If you need pagination for only the top-level directories, you can modify the custom PaginatedSFTPFileSystem class to include a custom implementation of the walk method with pagination support for the top level.

from fsspec.implementations.sftp import SFTPFileSystem

class PaginatedSFTPFileSystem(SFTPFileSystem):
    def __init__(self, *args, **kwargs):
        super().__init__(*args, **kwargs)

    def walk_paginated(self, path, page_size=1000, start_page=0, maxdepth=None, topdown=True, **kwargs):
        if not self.isdir(path):
            raise ValueError("Path should be a directory")

        # Use the original walk method to generate the nested structure
        walk_generator = super().walk(path, maxdepth=maxdepth, topdown=topdown, **kwargs)

        # Implement pagination for the top level only
        start_index = start_page * page_size
        end_index = start_index + page_size

        paginated_walk = []
        for idx, (root, directories, files) in enumerate(walk_generator):
            if start_index <= idx < end_index:
                paginated_walk.append((root, directories, files))
            if idx >= end_index:
                break

        return paginated_walk

Used with:

fs = PaginatedSFTPFileSystem(host="your_host", username="your_username", password="your_password")
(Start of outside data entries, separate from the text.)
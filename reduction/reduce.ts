/**
 * The one entry point for reduction: method + order rule → reduced model with its accuracy figures.
 *
 * Every method works on the stable part only: the model is split G = Gs + Gu (`spectral-split.ts`), Gs
 * is brought once into an ordered realization (balanced for balanced truncation and residualization,
 * Laub et al. 1987 / Liu & Anderson 1989 in `balanced.ts`; sorted modal for modal truncation, `modal.ts`),
 * and the reduced model is Gsr + Gu with Gu kept exactly. Because Gu cancels, G − Gr = Gs − Gsr is
 * stable, and its H∞ norm (Hamiltonian method, Bruinsma & Steinbuch 1990, `norms.ts`), H2 norm and DC
 * value are the measured errors reported beside the a-priori bound.
 *
 * IRKA (Gugercin, Antoulas & Beattie 2008, `irka.ts`) has no ordered realization to slice: each order is
 * its own run on the stable part (kept per order in the basis), and it has no a-priori bound (`errorBound`
 * is NaN; the measured errors are what its accuracy stands on).
 *
 * `prepareReduction` keeps the ordered realization in a `ReductionBasis`, so any other order is a slice
 * (or, for residualization, one Schur complement) of it, not a new decomposition: the order slider of
 * the web page calls `summaryAt` for each order.
 */
import { type ComplexVector, zeros } from './linalg/index';
import { ModelError } from './errors';
import type { StateSpaceModel } from './model';
import {
  splitStableUnstable,
  modelPoles,
  classifyPoles,
  DEFAULT_STABILITY_TOLERANCE,
  relativeToleranceOption,
  type SpectralSplit,
} from './spectral-split';
import {
  balancedRealization,
  balancedTruncation,
  balancedResidualization,
  balancedErrorBound,
  balancedCutPoints,
  balancedCertificate,
  DEFAULT_RANK_TOLERANCE,
  type BalancedRealization,
} from './balanced';
import {
  rankedModalForm,
  requireDiagonalizable,
  modalCutPoints,
  modalErrorBound,
  type ModalForm,
  type Mode,
} from './modal';
import { statesInBand, type ModalSelection } from './mode-ranking';
import { irka, type IrkaOptions, type IrkaReport, type IrkaResult } from './irka';
import { chooseOrder, type OrderChoice, type OrderRule, type OrderSpace } from './order';
import { hInfinityNorm, h2Norm, type HInfinityResult, type NormValue } from './norms';
import { frequencyEvaluator, largestSingularValue } from './frequency';
import { stiffnessOf } from './analysis';
import { errorSystem, leadingStates, blockDiagonal, stackRows, stackColumns } from './realization';
import { PreparationCache } from './preparation';

export { PreparationCache } from './preparation';

export const REDUCTION_METHODS = ['balanced', 'residualization', 'modal', 'irka'] as const;
export type ReductionMethod = (typeof REDUCTION_METHODS)[number];

export interface ReductionOptions {
  readonly method: ReductionMethod;
  /** Modal truncation: which modes to keep first (default: by dominance). */
  readonly modalSelection?: ModalSelection;
  /** Relative tolerance for marginal poles (see spectral-split.ts). */
  readonly stabilityTolerance?: number;
  /** Balanced methods: relative rank tolerance on the Hankel singular values (see balanced.ts). */
  readonly rankTolerance?: number;
  /** IRKA: tolerance, most iterations, initial shifts, stop flag and progress (see irka.ts). */
  readonly irka?: IrkaOptions;
}

export interface ReductionRecipe extends ReductionOptions, OrderRule {}

export interface ReducedModel {
  readonly method: ReductionMethod;
  /** The reduced model Gr = Gsr + Gu. */
  readonly model: StateSpaceModel;
  /** Its stable part Gsr (carries D). */
  readonly stablePart: StateSpaceModel;
  /** States of the reduced model. */
  readonly order: number;
  readonly stableOrder: number;
  /** States kept exactly for marginal and unstable poles. */
  readonly unstableStatesKept: number;
  /** A-priori bound on ‖G − Gr‖∞ (Glover 1984 for the balanced methods; the modal bound for diagonalizable A); NaN for IRKA, which has none. */
  readonly errorBound: number;
  /** Plain-language remarks: an order raised to keep a pair, a non-minimal model's effective order, … */
  readonly notes: readonly string[];
  /** IRKA: iterations, convergence, shift changes, the interpolation points and the reduced model's stability. */
  readonly irka?: IrkaReport;
}

/** The note every IRKA result carries in place of a bound. */
export const IRKA_NO_BOUND_NOTE = 'IRKA has no a-priori error bound; the H2 and H∞ errors are measured against the full model';

export interface OrderSummary {
  readonly order: number;
  readonly stableOrder: number;
  readonly errorBound: number;
  readonly unstableStatesKept: number;
  readonly stiffnessRatio: number | null;
}

export interface ReductionBasis extends OrderSpace {
  readonly method: ReductionMethod;
  readonly states: number;
  readonly split: SpectralSplit;
  /** Balanced methods: Hankel singular values of the stable part, descending. */
  readonly hankelSingularValues: Float64Array | null;
  /** Balanced methods: the numerical minimal order of the stable part. */
  readonly minimalOrder: number;
  /** Modal truncation: the stable modes in the order they are kept. */
  readonly modes: readonly Mode[] | null;
  /** Balanced methods: the balanced realization of the stable part. */
  readonly balanced: BalancedRealization | null;
  /** Allowed orders of the reduced model (total states), ascending. */
  allowedOrders(): number[];
  /** The reduced model with `order` states in total (raised to the next cut point if needed). */
  truncateAt(order: number): ReducedModel;
  /** Bound, states kept for unstable poles and the reduced stiffness ratio at `order`. */
  summaryAt(order: number): OrderSummary;
}

function assembleReduced(stablePart: StateSpaceModel, unstable: StateSpaceModel): StateSpaceModel {
  if (unstable.A.rows === 0) return stablePart;
  return {
    A: blockDiagonal(stablePart.A, unstable.A),
    B: stackRows(stablePart.B, unstable.B),
    C: stackColumns(stablePart.C, unstable.C),
    D: stablePart.D,
  };
}

function modalSelectionOf(options: ReductionOptions): ModalSelection {
  const sel = options.modalSelection ?? { rule: 'dominance' };
  if (sel.rule === 'band') {
    const [lo, hi] = sel.band;
    if (!(Number.isFinite(lo) && Number.isFinite(hi) && lo >= 0 && hi > lo)) {
      throw new ModelError('invalid_option', 'band', `band must be [low, high] with 0 ≤ low < high, got [${lo}, ${hi}]`);
    }
  }
  return sel;
}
paginated_response = fs.walk_paginated("/path/to/your/directory", page_size=1000, start_page=0)
for root, directories, files in paginated_response:
    print(f"Root: {root}")
    print(f"Directories: {directories}")
    print(f"Files: {files}\n")

Again, that would only paginates the top-level directories and files, not those within the subdirectories.
If you need pagination for files and directories at all levels, consider using the find method or the custom listdir_paginated method, as shown in previous examples.


As noted by mdurant in the comments:

fsspec caches filesystem instances, so if you call SSHFileSystem (or derivative) withe same arguments twice, you do NOT create a new ftp session but reuse the existing one.

See Instance/Listing caching.

Depending on your use-case, you might need to pass skip_instance_cache=True or use_listings_cache=False.

Consider that, if you use the same arguments to create a PaginatedSFTPFileSystem instance, fsspec will return the cached SFTPFileSystem instance.
If you want to force the creation of a new FTP session, you can do so by passing a unique argument when creating the PaginatedSFTPFileSystem instance.

For example, you can add a dummy argument that takes a unique value each time you want to create a new FTP session:

# Create a new PaginatedSFTPFileSystem instance with a new FTP session
fs1 = PaginatedSFTPFileSystem(host="your_host", username="your_username", password="your_password", dummy_arg1="unique_value_1")

# Create another new PaginatedSFTPFileSystem instance with a new FTP session
fs2 = PaginatedSFTPFileSystem(host="your_host", username="your_username", password="your_password", dummy_arg2="unique_value_2")

In that example, fs1 and fs2 will have separate FTP sessions, despite having the same host, username, and password, because the unique dummy arguments force fsspec to create new instances instead of reusing the cached one.